(Entries supplied)

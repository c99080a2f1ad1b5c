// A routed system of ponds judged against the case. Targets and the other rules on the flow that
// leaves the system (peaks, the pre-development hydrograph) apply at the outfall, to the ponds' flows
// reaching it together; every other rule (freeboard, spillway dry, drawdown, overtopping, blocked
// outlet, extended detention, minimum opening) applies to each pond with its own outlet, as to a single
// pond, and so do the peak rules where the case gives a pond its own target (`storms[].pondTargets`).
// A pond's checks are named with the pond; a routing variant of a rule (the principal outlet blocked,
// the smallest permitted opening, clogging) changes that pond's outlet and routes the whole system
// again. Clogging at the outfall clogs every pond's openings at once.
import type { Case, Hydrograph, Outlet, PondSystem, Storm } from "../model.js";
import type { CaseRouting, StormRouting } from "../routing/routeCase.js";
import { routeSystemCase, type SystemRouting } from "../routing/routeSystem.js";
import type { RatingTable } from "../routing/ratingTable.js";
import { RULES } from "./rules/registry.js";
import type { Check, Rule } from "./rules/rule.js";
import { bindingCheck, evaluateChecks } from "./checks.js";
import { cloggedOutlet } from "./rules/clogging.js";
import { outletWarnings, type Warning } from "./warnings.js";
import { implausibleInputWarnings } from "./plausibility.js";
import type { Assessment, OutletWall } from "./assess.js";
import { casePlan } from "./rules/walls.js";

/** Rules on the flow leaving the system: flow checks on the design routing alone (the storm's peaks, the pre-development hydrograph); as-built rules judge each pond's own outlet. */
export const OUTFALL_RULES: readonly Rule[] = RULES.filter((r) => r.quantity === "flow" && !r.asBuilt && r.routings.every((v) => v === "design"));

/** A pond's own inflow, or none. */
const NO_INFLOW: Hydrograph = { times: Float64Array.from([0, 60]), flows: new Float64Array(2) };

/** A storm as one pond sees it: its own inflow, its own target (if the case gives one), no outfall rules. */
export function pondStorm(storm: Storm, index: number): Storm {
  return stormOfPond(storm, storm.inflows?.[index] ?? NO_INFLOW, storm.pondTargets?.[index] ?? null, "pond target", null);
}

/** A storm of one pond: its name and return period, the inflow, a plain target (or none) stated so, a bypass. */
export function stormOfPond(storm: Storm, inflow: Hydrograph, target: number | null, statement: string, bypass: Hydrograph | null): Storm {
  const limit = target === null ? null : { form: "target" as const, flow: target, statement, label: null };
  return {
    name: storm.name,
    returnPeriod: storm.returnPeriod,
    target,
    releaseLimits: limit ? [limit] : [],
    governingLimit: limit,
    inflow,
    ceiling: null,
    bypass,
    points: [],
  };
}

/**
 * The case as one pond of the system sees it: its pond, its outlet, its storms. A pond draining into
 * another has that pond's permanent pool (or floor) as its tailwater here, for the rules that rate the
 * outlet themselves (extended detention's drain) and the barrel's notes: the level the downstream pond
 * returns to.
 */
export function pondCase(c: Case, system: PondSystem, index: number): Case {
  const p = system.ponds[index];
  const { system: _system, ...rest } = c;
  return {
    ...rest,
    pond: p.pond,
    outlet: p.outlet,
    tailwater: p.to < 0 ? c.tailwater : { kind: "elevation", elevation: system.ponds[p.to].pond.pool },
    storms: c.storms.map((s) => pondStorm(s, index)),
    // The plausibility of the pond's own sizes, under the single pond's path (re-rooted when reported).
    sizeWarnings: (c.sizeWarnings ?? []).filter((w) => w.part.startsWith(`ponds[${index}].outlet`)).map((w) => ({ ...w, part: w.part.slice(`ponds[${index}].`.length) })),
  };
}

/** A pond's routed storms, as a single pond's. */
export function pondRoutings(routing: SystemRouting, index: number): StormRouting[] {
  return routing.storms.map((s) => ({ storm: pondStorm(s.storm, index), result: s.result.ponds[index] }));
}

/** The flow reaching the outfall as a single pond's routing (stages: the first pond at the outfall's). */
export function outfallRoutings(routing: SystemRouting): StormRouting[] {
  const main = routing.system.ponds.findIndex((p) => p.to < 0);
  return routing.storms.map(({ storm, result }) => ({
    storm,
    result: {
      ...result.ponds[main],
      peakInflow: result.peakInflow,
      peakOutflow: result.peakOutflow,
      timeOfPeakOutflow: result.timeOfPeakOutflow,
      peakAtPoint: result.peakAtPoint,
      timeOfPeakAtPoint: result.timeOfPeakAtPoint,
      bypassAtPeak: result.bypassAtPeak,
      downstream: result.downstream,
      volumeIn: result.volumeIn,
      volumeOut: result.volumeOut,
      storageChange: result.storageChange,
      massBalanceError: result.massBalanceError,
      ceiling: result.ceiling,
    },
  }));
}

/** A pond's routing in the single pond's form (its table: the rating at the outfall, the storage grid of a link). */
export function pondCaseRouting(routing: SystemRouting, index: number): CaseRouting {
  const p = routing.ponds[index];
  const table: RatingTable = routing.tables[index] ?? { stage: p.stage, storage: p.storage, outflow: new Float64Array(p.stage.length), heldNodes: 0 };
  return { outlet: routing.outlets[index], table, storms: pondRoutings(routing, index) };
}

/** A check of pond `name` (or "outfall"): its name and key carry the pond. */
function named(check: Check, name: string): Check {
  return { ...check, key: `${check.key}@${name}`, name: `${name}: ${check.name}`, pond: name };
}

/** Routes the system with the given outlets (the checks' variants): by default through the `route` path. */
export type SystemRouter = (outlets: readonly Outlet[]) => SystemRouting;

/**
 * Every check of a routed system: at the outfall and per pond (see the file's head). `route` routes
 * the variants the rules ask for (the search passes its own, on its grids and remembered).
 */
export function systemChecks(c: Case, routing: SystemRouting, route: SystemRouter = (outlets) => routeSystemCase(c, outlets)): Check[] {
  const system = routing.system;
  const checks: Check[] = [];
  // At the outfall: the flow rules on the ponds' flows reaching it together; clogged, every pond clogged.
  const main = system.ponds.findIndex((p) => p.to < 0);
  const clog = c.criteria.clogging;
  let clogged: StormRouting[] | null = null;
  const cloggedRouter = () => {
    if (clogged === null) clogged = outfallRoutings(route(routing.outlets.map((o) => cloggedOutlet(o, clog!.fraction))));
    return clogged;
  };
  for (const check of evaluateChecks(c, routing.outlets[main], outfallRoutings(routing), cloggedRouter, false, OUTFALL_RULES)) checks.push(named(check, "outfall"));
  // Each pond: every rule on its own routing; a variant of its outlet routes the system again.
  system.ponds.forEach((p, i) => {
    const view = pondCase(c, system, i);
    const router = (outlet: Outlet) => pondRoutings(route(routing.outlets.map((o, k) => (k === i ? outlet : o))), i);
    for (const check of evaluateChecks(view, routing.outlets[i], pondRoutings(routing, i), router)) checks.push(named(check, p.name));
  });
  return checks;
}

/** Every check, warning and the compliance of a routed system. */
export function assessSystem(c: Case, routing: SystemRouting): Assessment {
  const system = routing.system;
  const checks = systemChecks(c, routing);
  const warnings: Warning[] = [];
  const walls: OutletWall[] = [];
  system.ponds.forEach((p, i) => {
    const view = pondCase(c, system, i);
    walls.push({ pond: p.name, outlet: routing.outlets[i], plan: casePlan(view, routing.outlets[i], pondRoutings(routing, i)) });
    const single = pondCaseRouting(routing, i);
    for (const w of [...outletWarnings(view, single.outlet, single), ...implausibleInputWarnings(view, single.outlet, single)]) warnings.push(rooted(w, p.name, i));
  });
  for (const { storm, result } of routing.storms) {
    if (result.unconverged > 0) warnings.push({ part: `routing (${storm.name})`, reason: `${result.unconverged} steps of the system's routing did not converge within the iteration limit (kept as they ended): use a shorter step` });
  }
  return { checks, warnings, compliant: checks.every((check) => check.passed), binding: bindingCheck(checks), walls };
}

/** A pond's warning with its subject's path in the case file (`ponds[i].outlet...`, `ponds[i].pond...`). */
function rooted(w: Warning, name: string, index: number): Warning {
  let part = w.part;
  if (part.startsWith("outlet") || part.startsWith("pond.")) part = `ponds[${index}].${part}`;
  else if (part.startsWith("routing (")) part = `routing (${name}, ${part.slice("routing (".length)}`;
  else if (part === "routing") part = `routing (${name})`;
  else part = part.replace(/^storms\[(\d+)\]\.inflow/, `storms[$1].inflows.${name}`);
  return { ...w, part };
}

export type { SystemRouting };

(End Entries supplied)

- _Your task_
Lines from the first one above through the line containing "A pond's checks" are to be retyped exactly, both included, and nothing more.

- _Response box_
repository c99080a2f1ad1b5c
// A routed system of ponds judged against the case. Targets and the other rules on the flow that
// leaves the system (peaks, the pre-development hydrograph) apply at the outfall, to the ponds' flows
// reaching it together; every other rule (freeboard, spillway dry, drawdown, overtopping, blocked
// outlet, extended detention, minimum opening) applies to each pond with its own outlet, as to a single
// pond, and so do the peak rules where the case gives a pond its own target (`storms[].pondTargets`).
// A pond's checks are named with the pond; a routing variant of a rule (the principal outlet blocked,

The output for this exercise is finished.